Below is an excerpt from the VA ratings. Ok ladies and gents, here are my questions: What in the hell does the below excerpt mean?? I'm being admitted for the ablation, but it's only overnight, and according to the EP will more than likely be on anti-arrhythmic medication for the rest of my life, even after the procedure. Is this something I can claim, and if it is, how in the world would I know what category I fall into? Does the ablation procedure count separately from the high blood pressure claim, since the anti-arrhythmic med will take care of both? I know there are a couple of people on this site that had cardiac ablations done in the past; hopefully you're still out there and can fill me in on how you handled everything. Thanks to anyone that can help decipher the below excerpt for me. Because the way I read it, I would get 100% and I know that's not right! LOL.
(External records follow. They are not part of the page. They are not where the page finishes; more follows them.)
'use client';
// A confirmation built on the native <dialog>: focus is trapped and Escape cancels.
import { useEffect, useRef } from 'react';
import { Button } from './button';

export function ConfirmDialog({
  open,
  title,
  body,
  confirmLabel,
  onConfirm,
  onCancel,
  busy,
}: {
  open: boolean;
  title: string;
  body: React.ReactNode;
  confirmLabel: string;
  onConfirm: () => void;
  onCancel: () => void;
  busy?: boolean;
}) {
  const ref = useRef<HTMLDialogElement>(null);
  useEffect(() => {
    const d = ref.current;
    if (!d) return;
    if (open && !d.open) d.showModal();
    if (!open && d.open) d.close();
  }, [open]);
  return (
    <dialog
      ref={ref}
      onCancel={(e) => {
        e.preventDefault();
        onCancel();
      }}
      aria-labelledby="confirm-title"
      className="w-[min(28rem,92vw)] rounded-lg border border-paper-edge bg-paper p-0 text-graphite shadow-card backdrop:bg-graphite/40"
    >
      <div className="space-y-3 p-5">
        <h2 id="confirm-title" className="text-xl font-extrabold">
          {title}
        </h2>
        <div className="text-graphite-soft">{body}</div>
        <div className="flex justify-end gap-2 pt-2">
          <Button variant="secondary" onClick={onCancel} autoFocus>
            Cancel
          </Button>
          <Button variant="danger" onClick={onConfirm} disabled={busy}>
            {confirmLabel}
          </Button>
        </div>
      </div>
    </dialog>
  );
}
7011 Ventricular arrhythmias (sustained):
For indefinite period from date of hospital admission for initial evaluation
and medical therapy for a sustained ventricular arrhythmia, or; for
indefinite period from date of hospital admission for ventricular
aneurysmectomy, or; with an automatic implantable Cardioverter-
Defibrillator (AICD) in place........................................................................... 100
Chronic congestive heart failure, or; workload of 3 METs or less results
in dyspnea, fatigue, angina, dizziness, or syncope, or; left ventricular
dysfunction with an ejection fraction of less than 30 percent.......................... 100
More than one episode of acute congestive heart failure in the past year,
or; workload of greater than 3 METs but not greater than 5 METs
results in dyspnea, fatigue, angina, dizziness, or syncope, or; left
ventricular dysfunction with an ejection fraction of 30 to 50 percent............... 60
Workload of greater than 5 METs but not greater than 7 METs results in
dyspnea, fatigue, angina, dizziness, or syncope, or; evidence of
cardiac hypertrophy or dilatation on electrocardiogram,
echocardiogram, or X-ray.............................................................................
...... 30
Workload of greater than 7 METs but not greater than 10 METs results
in dyspnea, fatigue, angina, dizziness, or syncope, or;
continuous medication required........................................................................
.. 10
Note: A rating of 100 percent shall be assigned from the date of hospital admission for initial evaluation and medical therapy for a sustained ventricular arrhythmia or for ventricular aneurysmectomy. Six months following discharge, the appropriate disability rating shall be determined by mandatory VA examination. Any change in evaluation based upon that or any subsequent examination shall be subject to the provisions of §3.105(e) of this chapter.